Stored items:
<<<<

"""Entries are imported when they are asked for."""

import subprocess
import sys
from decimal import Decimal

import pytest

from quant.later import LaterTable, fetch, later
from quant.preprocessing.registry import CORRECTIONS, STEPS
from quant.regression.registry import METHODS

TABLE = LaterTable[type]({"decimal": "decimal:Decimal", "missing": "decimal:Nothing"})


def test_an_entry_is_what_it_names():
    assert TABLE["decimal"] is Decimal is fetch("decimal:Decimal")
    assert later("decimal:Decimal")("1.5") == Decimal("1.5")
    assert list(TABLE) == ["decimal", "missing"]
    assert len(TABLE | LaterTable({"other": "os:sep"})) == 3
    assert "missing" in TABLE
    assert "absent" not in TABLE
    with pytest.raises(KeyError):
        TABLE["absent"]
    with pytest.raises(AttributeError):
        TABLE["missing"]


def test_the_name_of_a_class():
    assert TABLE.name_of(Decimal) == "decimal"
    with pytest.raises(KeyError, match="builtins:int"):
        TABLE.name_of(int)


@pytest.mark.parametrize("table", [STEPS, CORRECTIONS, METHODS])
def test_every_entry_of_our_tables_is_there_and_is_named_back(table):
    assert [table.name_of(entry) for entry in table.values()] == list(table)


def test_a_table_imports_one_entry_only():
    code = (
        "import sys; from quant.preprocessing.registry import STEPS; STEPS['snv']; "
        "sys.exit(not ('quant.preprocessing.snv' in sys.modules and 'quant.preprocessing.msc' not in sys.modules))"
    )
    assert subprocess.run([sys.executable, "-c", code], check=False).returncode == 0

>>>>
<<<<

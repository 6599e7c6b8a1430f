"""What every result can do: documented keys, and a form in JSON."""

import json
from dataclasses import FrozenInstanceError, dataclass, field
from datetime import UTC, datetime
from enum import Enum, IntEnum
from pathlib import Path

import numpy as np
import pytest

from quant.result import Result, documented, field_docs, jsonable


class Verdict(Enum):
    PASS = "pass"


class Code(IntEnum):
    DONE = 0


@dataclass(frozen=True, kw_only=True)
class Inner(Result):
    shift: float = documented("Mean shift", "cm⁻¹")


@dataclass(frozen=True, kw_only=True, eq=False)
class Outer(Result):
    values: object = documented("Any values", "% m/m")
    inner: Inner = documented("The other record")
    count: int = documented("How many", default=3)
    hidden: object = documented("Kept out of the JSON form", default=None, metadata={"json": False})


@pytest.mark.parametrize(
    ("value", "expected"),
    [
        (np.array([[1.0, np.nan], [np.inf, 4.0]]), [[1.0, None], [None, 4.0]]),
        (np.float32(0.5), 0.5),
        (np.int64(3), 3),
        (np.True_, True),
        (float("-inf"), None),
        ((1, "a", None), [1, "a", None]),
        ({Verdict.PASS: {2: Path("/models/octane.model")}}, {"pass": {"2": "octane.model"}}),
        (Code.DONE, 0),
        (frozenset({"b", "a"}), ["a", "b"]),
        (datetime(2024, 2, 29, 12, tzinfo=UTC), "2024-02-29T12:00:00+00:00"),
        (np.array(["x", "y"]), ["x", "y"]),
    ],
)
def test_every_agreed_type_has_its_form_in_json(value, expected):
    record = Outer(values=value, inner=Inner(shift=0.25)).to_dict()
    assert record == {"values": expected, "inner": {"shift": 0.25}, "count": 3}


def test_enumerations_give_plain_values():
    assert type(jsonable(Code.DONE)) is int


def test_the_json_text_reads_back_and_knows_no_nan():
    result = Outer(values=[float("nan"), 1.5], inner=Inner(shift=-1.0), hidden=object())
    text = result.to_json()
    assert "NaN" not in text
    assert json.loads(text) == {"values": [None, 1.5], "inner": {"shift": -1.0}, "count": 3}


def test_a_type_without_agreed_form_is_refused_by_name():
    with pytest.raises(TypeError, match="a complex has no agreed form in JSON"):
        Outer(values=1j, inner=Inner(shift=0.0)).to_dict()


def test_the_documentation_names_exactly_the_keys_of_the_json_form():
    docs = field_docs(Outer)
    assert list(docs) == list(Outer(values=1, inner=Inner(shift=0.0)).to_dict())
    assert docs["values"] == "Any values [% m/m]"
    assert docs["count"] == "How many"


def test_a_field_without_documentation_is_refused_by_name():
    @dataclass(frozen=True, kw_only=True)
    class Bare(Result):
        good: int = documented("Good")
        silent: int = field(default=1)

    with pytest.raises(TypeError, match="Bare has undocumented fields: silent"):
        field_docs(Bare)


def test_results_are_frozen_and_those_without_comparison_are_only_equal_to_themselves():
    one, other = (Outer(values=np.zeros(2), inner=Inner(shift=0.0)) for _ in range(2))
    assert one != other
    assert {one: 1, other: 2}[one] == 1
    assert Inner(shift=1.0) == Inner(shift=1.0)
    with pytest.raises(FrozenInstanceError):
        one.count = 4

>>>>

• Task requirements:
Using the records above, copy word for word the line with "assert type(jsonable(Code.DONE)) is int", the line with "complex has no", and every line between them.

• Result for this exercise:
    assert type(jsonable(Code.DONE)) is int


def test_the_json_text_reads_back_and_knows_no_nan():
    result = Outer(values=[float("nan"), 1.5], inner=Inner(shift=-1.0), hidden=object())
    text = result.to_json()
    assert "NaN" not in text
    assert json.loads(text) == {"values": [None, 1.5], "inner": {"shift": -1.0}, "count": 3}


def test_a_type_without_agreed_form_is_refused_by_name():
    with pytest.raises(TypeError, match="a complex has no agreed form in JSON"):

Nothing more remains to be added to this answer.